▸ What the task requires
Your answer should consist of each line below that includes the word "value".
=== Records for this exercise ===
"""Defensive zip and XML reading: each attack is refused with a one-line BcfError."""

from __future__ import annotations

import stat
import zipfile

import pytest

from checks.errors import BcfError
from checks.safe_zip import ZipLimits, parse_xml, read_zip_members


def _zip(path, members, *, compression=zipfile.ZIP_DEFLATED):
    with zipfile.ZipFile(path, "w", compression) as z:
        for name, data in members.items():
            z.writestr(name, data)
    return path


def test_reads_a_plain_zip(tmp_path):
    path = _zip(
        tmp_path / "ok.bcf",
        {"bcf.version": b"<Version/>", "t/markup.bcf": b"<Markup/>"},
    )
    assert read_zip_members(path) == {
        "bcf.version": b"<Version/>",
        "t/markup.bcf": b"<Markup/>",
    }


def test_default_limits():  # the task's limits: 50 MB a member, 200 MB, ratio 100
    limits = ZipLimits()
    assert (limits.max_member_size, limits.max_total_size) == (50 * 2**20, 200 * 2**20)
    assert limits.max_ratio == 100.0


@pytest.mark.parametrize(
    "name",
    [
        "../evil.txt",
        "topic/../../evil.txt",
        "/etc/evil.txt",
        "C:/evil.txt",
        "c:evil.txt",
        "topic\\..\\evil.txt",
    ],
)
def test_zip_slip_names_are_refused(tmp_path, name):  # zip slip (Snyk, 2018)
    path = _zip(tmp_path / "slip.bcf", {"bcf.version": b"<Version/>", name: b"x"})
    with pytest.raises(BcfError, match="unsafe name") as err:
        read_zip_members(path)
    assert "\n" not in str(err.value)


def test_symlink_member_is_refused(tmp_path):
    path = tmp_path / "link.bcf"
    info = zipfile.ZipInfo("topic/markup.bcf")
    info.external_attr = (stat.S_IFLNK | 0o777) << 16
    with zipfile.ZipFile(path, "w") as z:
        z.writestr(info, "/etc/passwd")
    with pytest.raises(BcfError, match="symbolic link"):
        read_zip_members(path)


def test_too_many_members_is_refused(tmp_path):
    path = _zip(tmp_path / "many.bcf", {f"m{i}.txt": b"x" for i in range(6)})
    with pytest.raises(BcfError, match="6 members, over the 5 member limit"):
        read_zip_members(path, ZipLimits(max_members=5))


def test_oversized_member_is_refused(tmp_path):
    data = bytes(range(256)) * 8  # 2048 bytes, hardly compressible
    path = _zip(tmp_path / "big.bcf", {"big.bin": data})
    with pytest.raises(BcfError, match="2048 bytes uncompressed"):
        read_zip_members(path, ZipLimits(max_member_size=1000))


def test_oversized_total_is_refused(tmp_path):
    data = bytes(range(256)) * 4  # 1024 bytes each
    path = _zip(tmp_path / "total.bcf", {"a.bin": data, "b.bin": data})
    with pytest.raises(BcfError, match="2048 bytes uncompressed, over the 1500"):
        read_zip_members(path, ZipLimits(max_member_size=1024, max_total_size=1500))


def test_zip_bomb_ratio_is_refused(tmp_path):
    path = _zip(
        tmp_path / "bomb.bcf", {"zeros.bin": bytes(4 * 2**20)}
    )  # 4 MB of zeros, ~1000:1
    with pytest.raises(BcfError, match="compression ratio"):
        read_zip_members(path)


def test_duplicate_member_is_refused(tmp_path):
    path = tmp_path / "dup.bcf"
    with zipfile.ZipFile(path, "w") as z:
        z.writestr("a.txt", b"1")
        with pytest.warns(UserWarning, match="Duplicate name"):
            z.writestr("a.txt", b"2")
    with pytest.raises(BcfError, match="appears twice"):
        read_zip_members(path)


def test_not_a_zip_is_refused(tmp_path):
    path = tmp_path / "plain.bcf"
    path.write_text("hello")
    with pytest.raises(BcfError, match="not a readable zip"):
        read_zip_members(path)


_BILLION_LAUGHS = b"""<?xml version="1.0"?>
<!DOCTYPE lolz [<!ENTITY lol "lol">
<!ENTITY lol2 "&lol;&lol;&lol;&lol;&lol;&lol;&lol;&lol;">]>
<Markup>&lol2;</Markup>"""
_XXE = b"""<?xml version="1.0"?>
<!DOCTYPE m [<!ENTITY xxe SYSTEM "file:///etc/passwd">]>
<Markup>&xxe;</Markup>"""
_PLAIN_DOCTYPE = b"""<?xml version="1.0"?><!DOCTYPE Markup SYSTEM "http://example.com/markup.dtd"><Markup/>"""


@pytest.mark.parametrize("doc", [_BILLION_LAUGHS, _XXE, _PLAIN_DOCTYPE])
def test_xml_with_doctype_is_refused(doc):  # OWASP XXE prevention: no DTDs at all
    with pytest.raises(BcfError, match="DOCTYPE") as err:
        parse_xml(doc, source="x.bcf: t/markup.bcf")
    assert str(err.value).startswith("x.bcf: t/markup.bcf:")


def test_malformed_xml_is_refused():
    with pytest.raises(BcfError, match="not well-formed"):
        parse_xml(b"<Markup><Topic></Markup>", source="x.bcf: t/markup.bcf")


def test_plain_xml_parses():
    root = parse_xml(b'<Markup><Topic Guid="g"/></Markup>', source="x")
    assert root.find("Topic").get("Guid") == "g"


def test_encrypted_member_is_a_one_line_error(tmp_path):
    path = _zip(tmp_path / "locked.bcf", {"bcf.version": b"<Version/>"})
    data = bytearray(path.read_bytes())
    # set the "encrypted" bit of the general purpose flags, APPNOTE.TXT §4.4.4,
    # in the local header (offset 6) and the central directory header (offset 8)
    central = data.index(b"PK\x01\x02")
    data[6] |= 0x1
    data[central + 8] |= 0x1
    path.write_bytes(bytes(data))
    with pytest.raises(BcfError, match="cannot be read"):
        read_zip_members(path)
===
▸ Response area
    assert "\n" not in str(err.value)
    assert str(err.value).startswith("x.bcf: t/markup.bcf:")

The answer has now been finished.